ReplyDeleteThis is why the integrated frames of datamining are very usefull, you can design all the tihngs you are going to try, the order, meta selections etc.
Nevertheless I think it is much better when is possible to do serious statistical exploration of the data and understand the math and logic behind those algorithms and their parameters in order to reach a good solution.
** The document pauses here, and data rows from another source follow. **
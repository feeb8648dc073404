package coldseam.mesh.closing;

import static org.assertj.core.api.Assertions.assertThat;
import static org.assertj.core.api.Assertions.assertThatThrownBy;
import static org.assertj.core.api.Assertions.within;

import coldseam.mesh.plane.Point;
import java.util.ArrayList;
import java.util.List;
import java.util.Random;
import org.junit.jupiter.api.Test;

/** Faces of lines, against areas by elementary geometry; lengths in mm here. */
class ClosingTest {
  private static DrawnLine line(double... xyMm) {
    return new DrawnLine(points(xyMm), false);
  }

  private static DrawnLine ring(double... xyMm) {
    return new DrawnLine(points(xyMm), true);
  }

  private static DrawnLine box(double x0, double y0, double x1, double y1) {
    return ring(x0, y0, x1, y0, x1, y1, x0, y1);
  }

  private static List<Point> points(double... xyMm) {
    List<Point> points = new ArrayList<>();
    for (int i = 0; i < xyMm.length; i += 2) {
      points.add(new Point(xyMm[i] / 1000, xyMm[i + 1] / 1000));
    }
    return points;
  }

  private static List<Double> areasMm2(Cells cells) {
    return cells.cells().stream().map(c -> c.areaM2() * 1e6).toList();
  }

  private static double shoelaceMm2(Cells.Cell cell) {
    double sum = 0;
    for (List<Point> ring : cell.rings()) {
      for (int i = 0; i < ring.size(); i++) {
        Point p = ring.get(i);
        Point q = ring.get((i + 1) % ring.size());
        sum += (p.x() * q.y() - q.x() * p.y()) / 2;
      }
    }
    return sum * 1e6;
  }

  @Test
  void loose_lines_that_cross_and_touch_make_faces() throws TangledLinesException {
    // A grid of two by one drawn with lines that overshoot, and a line that hangs.
    Cells cells =
        Closing.cells(
            List.of(
                line(-5, 0, 205, 0),
                line(-5, 50, 205, 50),
                line(0, -5, 0, 55),
                line(120, 0, 120, 50),
                line(200, -5, 200, 55),
                line(60, 0, 60, 20)));
    assertThat(areasMm2(cells)).hasSize(2);
    assertThat(areasMm2(cells)).anySatisfy(a -> assertThat(a).isCloseTo(6000, within(1e-6)));
    assertThat(areasMm2(cells)).anySatisfy(a -> assertThat(a).isCloseTo(4000, within(1e-6)));
    for (Cells.Cell cell : cells.cells()) {
      assertThat(shoelaceMm2(cell)).isCloseTo(cell.areaM2() * 1e6, within(1e-6));
    }
    assertThat(cells.dropped()).hasSize(9);
    assertThat(cells.dropped())
        .anySatisfy(
            d -> {
              assertThat(d.line()).isEqualTo(5);
              assertThat(d.lengthM() * 1000).isCloseTo(20, within(1e-9));
            });
  }

  @Test
  void rings_in_rings_know_how_deep_they_lie() throws TangledLinesException {
    Cells cells =
        Closing.cells(
            List.of(
                box(0, 0, 100, 100), box(10, 10, 90, 90), box(20, 20, 30, 30), box(90, 0, 99, 9)));
    assertThat(cells.cells()).extracting(Cells.Cell::depth).containsExactly(0, 0, 1, 2);
    assertThat(areasMm2(cells))
        .anySatisfy(a -> assertThat(a).isCloseTo(10000 - 6400 - 81, within(1e-6)));
  }

  @Test
  void gaps_up_to_the_tolerance_are_joined_and_wider_ones_are_not() throws TangledLinesException {
    List<DrawnLine> drawn =
        List.of(
            line(0, 0, 99.6, 0),
            line(100, 0.3, 100, 50),
            line(100.2, 50.2, 0, 50),
            line(0, 49.8, 0, 0.4));
    Joined joined = Closing.join(drawn, 0.001);
    assertThat(joined.joins()).hasSizeGreaterThanOrEqualTo(4);
    assertThat(joined.joins()).allSatisfy(j -> assertThat(j.distanceM()).isLessThan(0.001));
    Cells cells = Closing.cells(joined.lines());
    assertThat(cells.cells()).hasSize(1);
    assertThat(areasMm2(cells).get(0)).isCloseTo(5000, within(60.0));
    assertThat(cells.dropped()).isEmpty();
    Joined less = Closing.join(drawn, 0.0002);
    assertThat(Closing.cells(less.lines()).cells()).isEmpty();
  }

  @Test
  void an_end_short_of_an_edge_is_moved_onto_it() throws TangledLinesException {
    Joined joined = Closing.join(List.of(box(0, 0, 100, 100), line(50, 0.4, 50, 99.5)), 0.001);
    Cells cells = Closing.cells(joined.lines());
    assertThat(areasMm2(cells)).hasSize(2);
    assertThat(areasMm2(cells).get(0)).isCloseTo(5000, within(1e-6));
    assertThat(joined.joins()).hasSize(2);
  }

  @Test
  void a_gap_along_another_line_is_joined() throws TangledLinesException {
    // A room drawn exactly, and a wall beside it whose inner line ends 0.3 mm short of its corner.
    List<DrawnLine> drawn =
        List.of(
            box(-600, 0, 0, 500),
            line(0, 0, 0, 499.7),
            line(0, 500, 100, 500),
            line(100, 500, 100, 0),
            line(100, 0, 0, 0));
    Joined joined = Closing.join(drawn, 0.001);
    assertThat(joined.joins()).hasSize(1);
    Cells wall = Closing.cells(joined.lines().subList(1, 5));
    assertThat(areasMm2(wall)).hasSize(1);
    assertThat(areasMm2(wall).get(0)).isCloseTo(50_000, within(1e-6));
  }

  @Test
  void an_open_line_closes_on_itself() throws TangledLinesException {
    Joined joined = Closing.join(List.of(line(0, 0, 80, 0, 80, 60, 0, 60, 0.2, 0.5)), 0.001);
    assertThat(areasMm2(Closing.cells(joined.lines()))).hasSize(1);
  }

  @Test
  void sheets_thinner_than_the_tolerance_keep_their_thickness() throws TangledLinesException {
    // Masonry, a 0.2 mm foil, insulation, each a closed shape, drawn exactly; then the same foil as
    // two loose lines that end on others; then a foil drawn as an open hook.
    List<List<DrawnLine>> drawings =
        List.of(
            List.of(box(0, 0, 100, 500), box(100, 0, 100.2, 500), box(100.2, 0, 200, 500)),
            List.of(box(0, 0, 200, 500), line(100, 0, 100, 500), line(100.2, 0, 100.2, 500)),
            List.of(line(100, 0, 100, 500, 100.2, 500, 100.2, 0)));
    for (List<DrawnLine> drawing : drawings) {
      Joined joined = Closing.join(drawing, 0.001);
      assertThat(joined.joins()).isEmpty();
      assertThat(joined.lines()).isEqualTo(drawing);
    }
  }

  @Test
  void neighbours_drawn_with_a_small_gap_are_joined_corner_to_corner()
      throws TangledLinesException {
    // Four layers; the gap of 0.3 mm lies between two pairs that fit exactly.
    List<DrawnLine> drawn =
        List.of(
            box(0, 0, 15, 500),
            box(15, 0, 240, 500),
            box(240.3, 0, 400, 500),
            box(400, 0, 410, 500));
    Joined joined = Closing.join(drawn, 0.001);
    Cells cells = Closing.cells(joined.lines());
    double sum = areasMm2(cells).stream().mapToDouble(a -> a).sum();
    assertThat(cells.cells()).hasSize(4);
    assertThat(sum).isCloseTo(410 * 500, within(1e-6));
    assertThat(joined.joins()).hasSize(2);
  }

  @Test
  void what_cannot_be_joined_safely_is_a_doubt() throws TangledLinesException {
    // A 0.5 mm sheet 0.4 mm off a wall: joining would move it by most of its thickness.
    Joined joined = Closing.join(List.of(box(0, 0, 100, 500), box(100.4, 0, 100.9, 500)), 0.001);
    assertThat(joined.joins()).isEmpty();
    assertThat(joined.doubts()).isNotEmpty();
    assertThat(joined.doubts().get(0).distanceM() * 1000).isCloseTo(0.4, within(1e-6));
  }

  /** Moving a drawing far away, turning and mirroring it changes nothing but its place. */
  @Test
  void closing_does_not_depend_on_where_the_drawing_lies() throws TangledLinesException {
    Random random = new Random(20250601);
    for (int trial = 0; trial < 40; trial++) {
      List<DrawnLine> drawn = new ArrayList<>();
      double x = 0;
      for (int i = 0; i < 6; i++) {
        double next = x + 5 + 100 * random.nextDouble();
        double gap = random.nextBoolean() ? 0 : 0.4 * random.nextDouble();
        drawn.add(box(x + gap, 0, next, 300 + 0.3 * random.nextDouble()));
        x = next;
      }
      drawn.add(line(-10, -0.2, x + 10, -0.2));
      drawn.add(line(-10, 300, x + 10, 300.1));
      double angle = Math.toRadians(17);
      List<DrawnLine> there = new ArrayList<>();
      for (DrawnLine line : drawn) {
        List<Point> points = new ArrayList<>();
        for (Point p : line.points()) {
          points.add(
              new Point(
                  1e4 - Math.cos(angle) * p.x() - Math.sin(angle) * p.y(),
                  1e4 - Math.sin(angle) * p.x() + Math.cos(angle) * p.y()));
        }
        there.add(new DrawnLine(points, line.closed()));
      }
      Joined here = Closing.join(drawn, 0.0005);
      Joined far = Closing.join(there, 0.0005);
      assertThat(far.joins()).hasSameSizeAs(here.joins());
      List<Double> areas = areasMm2(Closing.cells(here.lines()));
      List<Double> farAreas = areasMm2(Closing.cells(far.lines()));
      assertThat(farAreas).hasSameSizeAs(areas);
      double sum = areas.stream().mapToDouble(a -> a).sum();
      assertThat(farAreas.stream().mapToDouble(a -> a).sum()).isCloseTo(sum, within(1e-9 * sum));
    }
  }

  @Test
  void tangles_are_refused() {
    List<DrawnLine> grid = new ArrayList<>();
    for (int i = 0; i < 4000; i++) {
      grid.add(line(0, i, 4000, i + 0.5));
      grid.add(line(i, 0, i + 0.5, 4000));
    }
    assertThatThrownBy(() -> Closing.cells(grid))
        .isInstanceOf(TangledLinesException.class)
        .hasMessageContaining("cross more than 200000 times");
    List<DrawnLine> crowd = new ArrayList<>();
    Random random = new Random(7);
    for (int i = 0; i < 20_000; i++) {
      crowd.add(line(random.nextDouble(), random.nextDouble(), 50, random.nextDouble()));
    }
    assertThatThrownBy(() -> Closing.join(crowd, 0.001))
        .isInstanceOf(TangledLinesException.class)
        .hasMessageContaining("crowd");
  }
}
But I think the current tendency is not the deep understanding of them but just try try tyr with the aid of those programs that organize all the experiments for you.
Then you are completelly right about the next steps
Hi Mariana,
ReplyDeleteFirst of all thanks for your contribute.
Let me explain better my point of view, because I think there is a big misunderstanding: I'm totally with you when you say "any serious investigation should have a kid of plan"!!
indeeed I started the blog showing some basic pillar of the classification:
 linear classification and kernel mapping;
 data set preparing: tagging, statistical analysis, density analysis.
 feature extraction: different approaches
 feature reduction: showing for example for the PCA the limits of it, and a comparison with another algo.
To conclude in the former post I posted a Road map to classify our dataset.
Of course all topics are so huge and complex that in a blog is not possible to explore properly and exhaustively.
My wish is just to stimulate curiosity on that: there are hundreds of books, and paper to go into more depth!
About the SVM you mentioned: I know very well that the tuning, the choice of the kernel is not a task performable with the strategy "try and try!", but is out of the scope of this blog talk about the theoretical issues behind of that.
The same reasoning is valid for every single algo I mentioned so far: you have to study a lot the theory behind before to say: it fits with my need!
Sorry if your impression is that I'm just clicking a button to run a tool!
...Honestly I hate the pre built tool that organize for you everything.
...May be I'm too distrustful but I never used (with exception of C5) a prebuilt tool: i alwaya implemented everything by my self!
...Also the wolf dual for the SVM!
BTW, thanks again for your suggestions
Regards
c.
You mentioned before the kernel parameters in LIBSVM.
ReplyDeleteIn my experience I surprisingly noticed that the best kernel for the text categorization is the linear kernel!
And that the best strategy is to play around the weight of capacity factor for each class (here the simulated annealing and the gradient strategy work very good!).
What is not clear by my side is that using a different implementation (i'm talking just on different implementation and not different algorithm) this finding is not always true!
For example the same data set processed with an SVM based on AMPLE and SNOPT returns better results with a gaussian kernel!
Maybe due to the infinite Hilbert space in which the data are mapped, the gradient strategy is useless.
...However to mitigate the risk to spend plenty time on the tuning,as I'm going to show in the next posts, I prefer reduce the complexity of the problem (with a divide et impera strategy) and work with many boolean classifiers: In this way we have to tune more classifier but the every classifier has to solve easier problem! (basically a boosted approach like mentioned in the previous post).
I would be glad to share mutually your experience in this field: feel free to arrange a post and I'll publish it with pleasure.